I'm trying to imagine my daughter being mauled by a cave-dweller who thinks his name on the mortgage entitles him to anything and everybody within his reach.  My daughter is pretty and slender and smart and likely to find herself someday in the company of high-powered people.

What happens when one of these people takes this country girl off her guard and assaults her?  She won't be ready for it because she was raised in a small town where people hold each other accountable and where people expect, and receive, decency from their neighbors.

What happens when this happens?  My daughter will be totally screwed up from the pain and disappointment of the nightmare.  She'll pay for a crime few will notice or take seriously because it is still a man's world--and in that world there are moronic women (read:  Trump supporters) who will argue that she should have hauled off and slugged him and moved on, and, since she didn't, she is at fault.  That's how that goes.

Twenty years ago, I worked for a small-town newspaper where the managing editor's brother assumed the right to ogle and speak inappropriately to the women reporters.  He'd stalk us from his desk, all the while operating under the assumption that we should somehow be flattered by the attention.  I was naive enough to bring this problem to the managing editor's attention.  He asked me if I spoke to his brother about this.  Really.  We should speak to the guy who was leveraging his brother's authority over us to explain how that just wasn't right.

I found another job.

Because I knew how these things go.  I had encountered men who would attempt to take advantage of women because they could, sure there would be no consequences.  Perhaps the miracle of my life is to arrive at middle age without the belief that all men are self-serving ass-holes, pigs, perverts, opportunists--and let's stop there before the language gets colorful.

The guy with (suddenly toned-down) orange hair but without any policies, zero demonstrated understanding of what goes on in the world, and devoid of the ability to complete a coherent sentence who imagines he is entitled to the presidency of this amazing country would make abusing women just a thing guys do--locker-room banter.  The orange guy even has Mr. Manners himself (Rudy Giuliani) arguing that talking about woman as if they were life-sized Happy Meal toys for perverts really is normal banter.

But all of this talk of the locker-room takes my mind to the high school where my sister works, where Yemeni girls concealed in their burqas show up in guidance thinking they have the right to roll back Title IX because their faith prohibits them from being seen in their gym clothes by boys.

"I'm here, so change everything."  Really?  And who are you, again?

Where am I going with this?  Do I want to throw a giant rug over my kid so that perverts like Trump, whose behavior would be validated by his election to the presidency, can't trifle with her?  Does Trump's behavior suggest to me that this image of total repression--the burqa--offers to American women the only hope of freedom from sexual harassment and assault?

Or am I going someplace else?  Perhaps Trump, like these misguided, essentially blindfolded young people with a limited concept of where they are and what makes America great right now, mistakenly believe in their hubristic excess that they get to call the shots just because they are different.

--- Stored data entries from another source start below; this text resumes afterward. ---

/**
 * Every environment variable pairflow reads is read here, once, with its default.
 * Nothing else in `src/` touches `process.env`.
 */

export interface PairflowEnv {
  /** Comma-separated broker list used when `--brokers` is not given. @default undefined */
  readonly kafkaBrokers: string | undefined;
  /** pino log level. @default 'warn' for the CLI */
  readonly logLevel: string;
  /** Set by CI systems; makes a missing test broker a failure instead of a skip. */
  readonly ci: boolean;
  /** Where the local broker's Maven artifacts and data live. @default ~/.cache/pairflow */
  readonly cacheDir: string | undefined;
  /** `PAIRFLOW_DEBUG`: print the whole stack of an internal error, not just its first line. @default false */
  readonly debug: boolean;
  /**
   * Test-only fault injection for `pairflow live`: `POINT[:N]` kills the process
   * (SIGKILL) the N-th time (default 1st) it reaches POINT (see src/live/processor.ts
   * `FaultPoint`). @default undefined
   */
  readonly fault: string | undefined;
  /**
   * The Kafka-process settings given in the environment, as raw text (undefined when
   * unset or empty). src/ops/settings.ts validates them and ranks them between the flags
   * and the settings file; docs/operations.md "Settings" lists them.
   */
  readonly settings: SettingsEnv;
}

/** Raw values of the settings variables (see {@link SETTINGS_ENV_VARS}). */
export type SettingsEnv = { readonly [K in keyof typeof SETTINGS_ENV_VARS]: string | undefined };

/**
 * Each process setting and the variable that gives it. `KAFKA_BROKERS` keeps its
 * established name; the rest are `PAIRFLOW_*`.
 */
export const SETTINGS_ENV_VARS = {
  settingsFile: 'PAIRFLOW_SETTINGS',
  brokers: 'KAFKA_BROKERS',
  clientId: 'PAIRFLOW_CLIENT_ID',
  group: 'PAIRFLOW_GROUP',
  in: 'PAIRFLOW_IN',
  out: 'PAIRFLOW_OUT',
  tls: 'PAIRFLOW_TLS',
  tlsCa: 'PAIRFLOW_TLS_CA',
  tlsCert: 'PAIRFLOW_TLS_CERT',
  tlsKey: 'PAIRFLOW_TLS_KEY',
  tlsKeyPassword: 'PAIRFLOW_TLS_KEY_PASSWORD',
  saslMechanism: 'PAIRFLOW_SASL_MECHANISM',
  saslUsername: 'PAIRFLOW_SASL_USERNAME',
  saslPassword: 'PAIRFLOW_SASL_PASSWORD',
  saslPasswordFile: 'PAIRFLOW_SASL_PASSWORD_FILE',
  metricsPort: 'PAIRFLOW_METRICS_PORT',
  metricsHost: 'PAIRFLOW_METRICS_HOST',
  logLevel: 'PAIRFLOW_LOG_LEVEL',
  shutdownGrace: 'PAIRFLOW_SHUTDOWN_GRACE',
} as const;

/** The settings variables of `env`, raw; an empty value counts as unset. */
export function readSettingsEnv(env: NodeJS.ProcessEnv = process.env): SettingsEnv {
  const out: Record<string, string | undefined> = {};
  for (const [key, name] of Object.entries(SETTINGS_ENV_VARS)) out[key] = env[name] || undefined;
  return out as SettingsEnv;
}

export function readEnv(env: NodeJS.ProcessEnv = process.env): PairflowEnv {
  return {
    kafkaBrokers: env.KAFKA_BROKERS || undefined,
    logLevel: env.PAIRFLOW_LOG_LEVEL || 'warn',
    ci: env.CI === 'true' || env.CI === '1',
    cacheDir: env.PAIRFLOW_CACHE_DIR || undefined,
    debug: Boolean(env.PAIRFLOW_DEBUG),
    fault: env.PAIRFLOW_FAULT || undefined,
    settings: readSettingsEnv(env),
  };
}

Yes:  Trump and the Yemeni girls need to chill out and accept that there is a higher power at work here.  That higher power is a system that works.  Anybody can be a part of it if they are humble enough to respect it for what it is and to work with others.  Bluster doesn't impress us.  If you're too showy, we will show you to the door.  And that goes for the mouthy C student trying to take down the brilliant nerd with his tough talk.

And you can call your lawyer.  Or your pathetic, aging Barbie doll of a campaign manager.  But the bottom line remains:  We can do it without you.  And we will. Please God, we will.